En cuerpo y alma
Desde su aspecto más espurio, como materia muerta, hasta en su apogeo de juventud y belleza, encarnada por la joven Margarita, el cuerpo es uno de los temas centrales del Fausto de Sokurov.
Cineasta inmenso, autor de una obra que abarca tanto ficción como una forma del documental que él llama “elegías” (de las cuales el DocBuenosAires exhibió el año pasado una selección de títulos inéditos en Argentina), el director de El arca rusa no había tenido hasta ahora, sin embargo, un premio de la envergadura del León de Oro de la Mostra de Venecia. Y le llegó con este Fausto, inspirado en el poema dramático de Goethe, que cierra a su vez –según el propio Aleksandr Sokurov– la llamada “Tetralogía del poder”, un proyecto de una gravedad wagneriana y de un grado de ambición inusual en el cine contemporáneo.
En 1999, la serie se inició con Moloch, un film consagrado a unos momentos banales en la vida íntima de Adolf Hitler, en su casa de descanso en las montañas. Luego, en 2001, con Taurus, le llegó el turno a Vladimir Ilianovich Lenin; y en el 2005, con El sol, al emperador japonés Hirohito, que en la soledad del poder, consumido por la visión del horror de ver a Tokio en ruinas, resigna su condición de “Dios encarnado”. Ahora en Fausto, Sokurov vuelve al mito de origen, a ese hombre capaz de firmar un pacto con el mismísimo diablo con tal de satisfacer sus deseos.

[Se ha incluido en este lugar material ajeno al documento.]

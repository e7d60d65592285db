"""Membrane-mass resonator cells and tile arrays as locally reacting impedance sheets.

Time convention ``exp(+j omega t)``; the membrane's loss enters as a complex tension
``T (1 + j eta)``, so ``k = omega sqrt(rho_s / (T (1 + j eta)))`` lies in the fourth
quadrant (``Im k <= 0``).

Cell (exact axisymmetric solution). A circular membrane of radius ``a``, surface density
``rho_s`` and tension ``T`` is clamped at ``r = a`` to the grid; a rigid disk of radius
``r0`` and mass ``M`` is bonded at its centre. Under a uniform pressure ``p`` on the
membrane and a force ``F_d`` on the disk the membrane obeys
``T (w'' + w'/r) + omega^2 rho_s w = -p`` on ``r0 < r < a``, and the disk, moving as
``W = w(r0)``, obeys ``-omega^2 M_d W = F_d + 2 pi r0 T w'(r0)`` (``M_d`` = disk plus the
membrane under it). With ``w(a) = 0`` the annulus solution splits as::

    w(r) = W phi(r) + (p / T) u(r)

``phi``: homogeneous (``phi'' + phi'/r + k^2 phi = 0``), ``phi(r0) = 1``, ``phi(a) = 0``;
``u``: ``u'' + u'/r + k^2 u = -1``, ``u(r0) = u(a) = 0``. Four numbers per frequency
carry the whole cell: ``phi'(r0)``, ``I_phi = int r phi dr``, ``u'(r0)``,
``I_u = int r u dr`` (over ``r0 .. a``); then::

    W   = -[F_d + 2 pi r0 p u'(r0)] / [omega^2 M_d + 2 pi r0 T phi'(r0)]
    vol = 2 pi [W I_phi + (p / T) I_u]            (annulus volume displacement)

The bare membrane (``r0 = 0``, ``M = 0``) has ``u = (J0(kr) / J0(ka) - 1) / k^2``, so with
``J0(z) + J2(z) = 2 J1(z) / z`` (Abramowitz & Stegun 9.1.27)::

    <w> = p / (k^2 T) J2(ka) / J0(ka),   m_eff = rho_s J0(ka) / (-J2(ka))

zero at ``J0(ka) = 0`` (the first TL dip, f01 = 2.4048 / (2 pi a) sqrt(T / rho_s);
Rayleigh, Theory of Sound) and infinite at ``J2(ka) = 0`` where the area-averaged
displacement vanishes (total reflection; Yang et al., Phys. Rev. Lett. 101, 204301,
2008; Chen et al., JASA 136 (2014) 969). ``J2 / J0`` is formed from the exponentially
scaled ``jve`` (the scale ``exp|Im ka|`` cancels), so it neither overflows nor cancels;
at low frequency ``J2(ka) ~ (ka)^2 / 8`` gives the static ``<w> = p a^2 / (8 T)``.
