def _hz(v: float) -> str:
    return f"{v / 1000:g}k" if v >= 1000 else f"{v:g}"


def _frequency_axis(ax, lo: float, hi: float, label: str = "one-third-octave band (Hz)",
                    every: int = 1):
    """Log frequency axis with plain tick labels (63, 125, ..., 1k, 2k)."""
    ax.set_xscale("log")
    ticks = [t for t in _TICKS if lo * 0.99 <= t <= hi * 1.01][::every]
    ax.set_xticks(ticks)
    ax.set_xticklabels([_hz(t) for t in ticks])
    ax.minorticks_off()
    ax.set_xlim(lo / 1.15, hi * 1.15)
    ax.set_xlabel(label)


def _panels(n: int, ncols: int = 3, height: float = 2.1, sharey: bool = True):
    """A grid of ``n`` panels (small multiples) filling the text width."""
    plt = _plt()
    ncols = max(1, min(n, ncols))
    nrows = math.ceil(n / ncols)
    fig, axes = plt.subplots(nrows, ncols, figsize=(WIDTH, height * nrows + 0.45),
                             sharey=sharey, squeeze=False, layout="constrained")
    flat = list(axes.ravel())
    for ax in flat[n:]:
        ax.set_visible(False)
    return fig, flat[:n]


def _ylabel(axes, text: str):
    """The y label on the first panel of every row."""
    for ax in axes:
        if ax.get_subplotspec().is_first_col():
            ax.set_ylabel(text)


def _legend_below(fig, handles, labels, ncol=None):
    if handles:
        fig.legend(handles, labels, loc="outside lower center",
                   ncol=ncol or min(len(labels), 5))


def colours(names) -> dict:
    """A fixed colour per name, in the order given (the workbook uses the same)."""
    from .model import colours as hex_colours

    return {n: "#" + c for n, c in hex_colours(names).items()}


def exterior_spectra(conditions) -> str:
    """Exterior one-third-octave levels and tones, one panel per condition.

    ``conditions``: list of dicts with ``name``, ``band_hz``, ``level_db`` and ``tones``
    (a list of ``(name, frequency_hz, level_db)``).
    """
    fig, axes = _panels(len(conditions), ncols=2, height=1.85)
    lo = min(min(c["band_hz"]) for c in conditions)
    hi = max(max(c["band_hz"]) for c in conditions)
    levels = np.concatenate([np.concatenate([c["level_db"], [t[2] for t in c["tones"]]])
                             for c in conditions])
    floor, top = float(levels.min()) - 8, float(levels.max()) + 5
    handles = {}
    for ax, c in zip(axes, conditions, strict=True):
        (h,) = ax.plot(c["band_hz"], c["level_db"], marker=".", lw=1, color="#335")
        handles["one-third-octave band level"] = h
        for name, f, lv in c["tones"]:
            h = ax.vlines(f, floor, lv, color="#c33", lw=1.2)
            ax.plot([f], [lv], "v", color="#c33", ms=4)
            ax.annotate(name, (f, lv), xytext=(3, 2), textcoords="offset points",
                        fontsize=6.5, color="#822")
            handles["tone (level of the tone alone)"] = h
        ax.set_ylim(floor, top)
        _frequency_axis(ax, lo, hi, "frequency (Hz)", every=1 if len(axes) < 3 else 2)
        ax.set_title(c["name"])
    _ylabel(axes, "exterior level (dB re 20 µPa)")
    _legend_below(fig, list(handles.values()), list(handles))
    return _svg(fig)


def _per_panel_lines(groups, packages, ylabel, extra=None, ncols=3):
    """Small multiples: one panel per ``(title, {package: (x, y)})`` group."""
    fig, axes = _panels(len(groups), ncols=ncols)
    col = colours(packages)
    lo = min(min(x) for _, lines in groups for x, _ in lines.values())
    hi = max(max(x) for _, lines in groups for x, _ in lines.values())
    handles = {}
    for k, (ax, (title, lines)) in enumerate(zip(axes, groups, strict=True)):
        for p in packages:
            if p in lines:
                x, y = lines[p]
                (handles[p],) = ax.plot(x, y, marker=".", ms=3, lw=1, color=col[p])
        if extra:
            for label, (x, y) in extra(k).items():
                (handles[label],) = ax.plot(x, y, "k--", lw=1)
        _frequency_axis(ax, lo, hi, every=1 if len(axes) < 3 else 2)
        ax.set_title(title)
    _ylabel(axes, ylabel)
    _legend_below(fig, list(handles.values()), list(handles))
    return _svg(fig)


def tl_spectra(tl, packages, zones) -> str:
    """Band TL of each package, one panel per zone: first the package alone (``tl_db``),
    then the zone with its leaks and flanking path (``zone_tl_db``) where the table has
    it."""
    groups = []
    kinds = [("tl_db", "package alone")]
    if "zone_tl_db" in tl:
        kinds.append(("zone_tl_db", "with leaks and flanking"))
    for key, words in kinds:
        for z in zones:
            d = tl[tl["zone"] == z]
            groups.append((f"{z}: {words}" if len(kinds) > 1 else z,
                           {p: (g["band_hz"].to_numpy(), g[key].to_numpy())
                            for p, g in d.groupby("package", sort=False)}))
    return _per_panel_lines(groups, packages, "transmission loss (dB)",
                            ncols=len(zones) if len(zones) <= 4 else 3)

A diferencia de la obra de Goethe y de la legendaria versión cinematográfica anterior, filmada en 1926, durante el período mudo por el gran Friedrich Wilhelm Murnau, aquí sin embargo ese pacto llega casi al final del film, cuando Fausto (Johannes Zeiler) ya está extenuado y entregado a las intrigas de Mefistófeles (Andon Adasinsky), que se presenta bajo el disfraz de un usurero, en una pequeña ciudad alemana de aspecto vagamente medieval, con algunos anacronismos que remiten a la sucesión de guerras desatadas por el Imperio Austrohúngaro. La mujer del usurero (interpretada por Hanna Schygulla, que supo ser la musa de Fassbinder) semeja a su vez un extraño reptil, envuelta en una capa que parece hecha de escamas.
Como Hitler, Lenin e Hirohito en los films anteriores, el Fausto de Sokurov parece un personaje inofensivo, débil, abatido. Profesor sin cátedra ni recursos, cuando el film se abre lo encuentra diseccionando un cadáver y, preguntándose, entre todas esas vísceras viscosas, dónde puede ocultarse el alma. Pobre de toda pobreza, no tiene ni para comer y por eso cae fácilmente en las garras del usurero, que lo arrastra tras de sí, corrompiendo todo a su paso, en una travesía hipnótica, infinita, que recuerda un poco a la de El arca rusa, salvo que aquí el montaje reina y no hay planos secuencia.
Cineasta reconocido por sus preocupaciones espirituales, en Fausto, sin embargo, Sokurov es capaz de una carnalidad sorprendente. El cuerpo humano –desde su aspecto más repugnante y espurio, como materia muerta, hasta en su apogeo de juventud y belleza, encarnada por la joven Margarita– es sin duda uno de los temas centrales del film. Hay un erotismo que era desconocido hasta ahora en el cine de Sokurov. La impresionante fotografía digital del francés Bruno Delbonnel –con esas imágenes deformadas por lentes anamórficos que son una marca del cine de Sokurov– interpreta plásticamente ambos extremos.
Y el pacto que finalmente condena a Fausto a vagar por los infiernos (filmados en un paisaje impresionante, de auténticos géiseres) no es por el dinero ni por una juventud eterna, sino simplemente por poder pasar una noche a solas con su amada Margarita. El hombre, parece decir Sokurov, tiene ambiciones más modestas de las que confiesa.